Artist

Paul Motian

Genre: Jazz ,Post-Bop ,Avant-Garde Jazz ,Modern Creative
Origin: U.S.A
Active: 1954 - 2010
Listen on Coda
Paul Motian combined an uncommonly refined touch on the drums with an exceptional ear for instrumental color, functioning simultaneously as a sophisticated improviser and as a bandleader drawn to demanding post-bop forms. Extended work alongside singular pianists such as Thelonious Monk, Paul Bley, and Lennie Tristano clearly informed his own conception. During the 1960s and 1970s he held ongoing positions in the trios and quartets of Bill Evans, Bley, Mose Allison, and Keith Jarrett. Absorbing the atmospheric sensibilities of those keyboardists, he launched his own discography with the 1974 ECM album Tribute.

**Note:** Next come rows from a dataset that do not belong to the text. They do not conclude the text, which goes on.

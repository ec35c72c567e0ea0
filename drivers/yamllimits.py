"""Bounded, safe YAML reading for every YAML file fieldrun reads (dialects, rig and
protocol copies in run folders, simulated-rig files).

``LimitedLoader`` is a ``yaml.SafeLoader`` whose composer counts nesting depth and alias
uses, so a hostile or broken file (deep nesting, alias bombs, a self-referencing alias)
fails at once instead of exhausting the stack or the memory. ``load_limited`` adds a size
cap and returns plain Python data (safe types only: no tags that construct objects).
The protocol checker (``sequencer.yamlsafe``) composes with the same loader and keeps
positions on top of it.
"""
from __future__ import annotations

from typing import Any

import yaml
from yaml.composer import Composer
from yaml.events import AliasEvent, MappingStartEvent, SequenceStartEvent

MAX_BYTES = 1_000_000
MAX_DEPTH = 32
MAX_ALIASES = 100


class YamlLimit(Exception):
    """A limit was exceeded; ``mark`` is the yaml mark where (may be None)."""

    def __init__(self, message: str, mark=None):
        super().__init__(message)
        self.message = message
        self.mark = mark


class LimitedLoader(yaml.SafeLoader):
    """A SafeLoader whose composer counts depth and alias uses (the composer of PyYAML is
    recursive; the limits keep it far from Python's recursion limit)."""

    def __init__(self, stream):
        super().__init__(stream)
        self._depth = 0
        self._aliases = 0

    def compose_node(self, parent, index):
        if self.check_event(AliasEvent):
            self._aliases += 1
            if self._aliases > MAX_ALIASES:
                event = self.peek_event()
                raise YamlLimit(f"more than {MAX_ALIASES} alias uses", event.start_mark)
            return Composer.compose_node(self, parent, index)
        nests = self.check_event(MappingStartEvent) or self.check_event(SequenceStartEvent)
        if nests:
            self._depth += 1
            if self._depth > MAX_DEPTH:
                event = self.peek_event()
                raise YamlLimit(f"nesting deeper than {MAX_DEPTH} levels", event.start_mark)
        try:
            return Composer.compose_node(self, parent, index)
        finally:
            if nests:
                self._depth -= 1


def load_limited(text: str) -> Any:
    """Plain data from ``text`` (safe types only), within the size, depth and alias limits.
    Raises ``YamlLimit`` for a limit and ``yaml.YAMLError`` for a syntax error."""
    if len(text) > MAX_BYTES:
        raise YamlLimit(f"file is larger than {MAX_BYTES} bytes")
    loader = LimitedLoader(text)
    try:
        return loader.get_single_data()
    except RecursionError:
        raise YamlLimit("nesting too deep") from None
    finally:
        loader.dispose()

Stephen Paul Motian entered the world in Philadelphia on March 25, 1931, spent his childhood in Providence, Rhode Island, and took up drumming at age twelve, later touring New England with a swing band. After settling in New York in 1955 he performed with Thelonious Monk, Lennie Tristano, Coleman Hawkins, Tony Scott, and George Russell before becoming the regular drummer in Bill Evans’ celebrated trio with bassist Scott LaFaro, documented on the landmark recordings Sunday at the Village Vanguard and Waltz for Debby.

Motian left Evans in 1963 to spend roughly a year with Paul Bley and initiated a sustained association with Keith Jarrett in 1966 that continued through the pianist’s American quartet until 1977. He also freelanced with Mose Allison, Charles Lloyd, Carla Bley, and Charlie Haden’s Liberation Music Ensemble, and declined an invitation to serve as John Coltrane’s second drummer.

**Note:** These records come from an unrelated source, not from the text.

"""IEEE 488.2 / SCPI pieces shared by the SCPI drivers: identity, numbers, special values,
status bytes and the bounded error-queue drain."""
from __future__ import annotations

import math
import re
from typing import List, Optional, Tuple

from .errors import DriverError
from .roles import INVALID, OVERFLOW, OVERFLOW_NEGATIVE, Identity

#: SCPI-99 Vol. 1 §7.2.1.5 (from memory): INFinity is sent as 9.9E37, NINFinity as
#: -9.9E37 and NAN (not a number) as 9.91E37.
SCPI_INF = 9.9e37
SCPI_NINF = -9.9e37
SCPI_NAN = 9.91e37
_SPECIAL_RTOL = 1e-4   # 9.9E37 and 9.91E37 differ by 1e-3 relative: matched by value

_NUMBER = re.compile(r"^\s*([-+]?(\d+(\.\d*)?|\.\d+)([eE][-+]?\d+)?)\s*$")

#: IEEE 488.2 §11.5.1 standard event status register bits (from memory)
ESR_OPC, ESR_QYE, ESR_DDE, ESR_EXE, ESR_CME = 0x01, 0x04, 0x08, 0x10, 0x20
ESR_ERRORS = ESR_QYE | ESR_DDE | ESR_EXE | ESR_CME


def special_flag(x: float) -> Optional[str]:
    """Which SCPI special value ``x`` is (by value, not by text), or None."""
    for ref, flag in ((SCPI_NAN, INVALID), (SCPI_INF, OVERFLOW), (SCPI_NINF, OVERFLOW_NEGATIVE)):
        if math.isclose(x, ref, rel_tol=_SPECIAL_RTOL):
            return flag
    return None


def parse_number(where: str, reply: str, field: int = 0) -> float:
    """Field ``field`` of a comma-separated reply as a float; garbage raises DriverError."""
    parts = reply.split(",")
    if field >= len(parts):
        raise DriverError(where, f"reply {reply[:60]!r} has no field {field}")
    m = _NUMBER.match(parts[field])
    if not m:
        raise DriverError(where, f"reply {reply[:60]!r} is not a number")
    return float(m.group(1))


def parse_bool(where: str, reply: str) -> bool:
    """SCPI boolean response: ``0``/``1`` (and ``ON``/``OFF`` from lenient instruments)."""
    text = reply.strip().upper()
    if text in ("1", "ON"):
        return True
    if text in ("0", "OFF"):
        return False
    try:
        v = parse_number(where, text)
    except DriverError:
        raise DriverError(where, f"reply {reply[:60]!r} is not a boolean") from None
    if v in (0.0, 1.0):
        return bool(v)
    raise DriverError(where, f"reply {reply[:60]!r} is not a boolean")


def parse_int(where: str, reply: str) -> int:
    v = parse_number(where, reply)
    if v != int(v) or v < 0:
        raise DriverError(where, f"reply {reply[:60]!r} is not a register value")
    return int(v)


def parse_identity(where: str, raw: str) -> Identity:
    """``*IDN?``: four comma-separated fields, maker, model, serial, firmware
    (IEEE 488.2 §10.14, from memory). ``SIMULATED`` anywhere marks a simulated unit."""
    parts = [p.strip() for p in raw.split(",")]
    if len(parts) != 4 or not parts[1]:
        raise DriverError(where, f"*IDN? reply {raw[:80]!r} is not four comma-separated fields")
    return Identity(maker=parts[0], model=parts[1], serial=parts[2], firmware=parts[3],
                    raw=raw, simulated="SIMULATED" in raw.upper())


def parse_error(where: str, reply: str) -> Tuple[int, str]:
    """``SYST:ERR?``: ``<code>,"<text>"``; code 0 means the queue is empty
    (SCPI-99 Vol. 2 §21.8.8, from memory)."""
    code, _, text = reply.partition(",")
    try:
        n = int(code.strip())
    except ValueError:
        raise DriverError(where, f"SYST:ERR? reply {reply[:60]!r} has no error code") from None
    return n, text.strip().strip('"')


def drain_errors(transport, where: str, command: str = "SYST:ERR?", cap: int = 32
                 ) -> Tuple[List[Tuple[int, str]], bool]:
    """Read the error queue until ``0,...`` or ``cap`` entries. Returns (errors, emptied);
    ``emptied`` is False when the cap was reached first (a queue that never empties)."""
    errors: List[Tuple[int, str]] = []
    for _ in range(cap):
        code, text = parse_error(where, transport.query(command))
        if code == 0:
            return errors, True
        errors.append((code, text))
    return errors, False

His first date as leader, Conception Vessel, appeared on ECM in 1972; Tribute followed in 1974. A stable ensemble formed in 1977 that included tenor saxophonist Joe Lovano yielded several additional ECM sessions before guitarist Bill Frisell joined in 1980. Further recordings for ECM and Soul Note preceded a move to JMT in 1988, where he began a lengthy run of distinguished albums with Monk in Motian. In the 1990s he also directed the Electric Bebop Band, whose personnel included saxophonist Joshua Redman, guitarists Kurt Rosenwinkel and Brad Shepik, and bassist Stomu Takeishi. Signing with Winter & Winter in 1998, he initiated another steady stream of releases beginning with 2000 + One in 1999, Europe in 2001, and Holiday for Strings in 2002.

Returning to ECM in 2005, he issued I Have the Room Above Her that year, Garden of Eden in 2006, and Time and Time Again in 2007. The fifth installment in his standards series, On Broadway, Vol. 5, appeared in 2009, followed in 2010 by the trio album Lost in a Dream on ECM. Several projects surfaced in 2011, among them Consort in Motion, an exploration of Renaissance and Baroque composers; the concert recording Live at Birdland on ECM; and Windmills of Your Mind, featuring guitarist Bill Frisell, on Winter & Winter.

A profoundly influential presence on the creative-music landscape, Motian died in New York City in the early hours of November 22, 2011, at the age of eighty, from complications of myelodysplastic syndrome, a bone-marrow disorder. Further Explorations, featuring pianist Chick Corea and bassist Eddie Gomez, was released posthumously by Concord in January 2012. Two years later ECM issued the archival Hamburg ’72, documenting a trio performance with Keith Jarrett and Charlie Haden. When Will the Blues Leave, issued in 2019, captured a 1999 Swiss concert by Paul Bley’s trio that also included bassist Gary Peacock.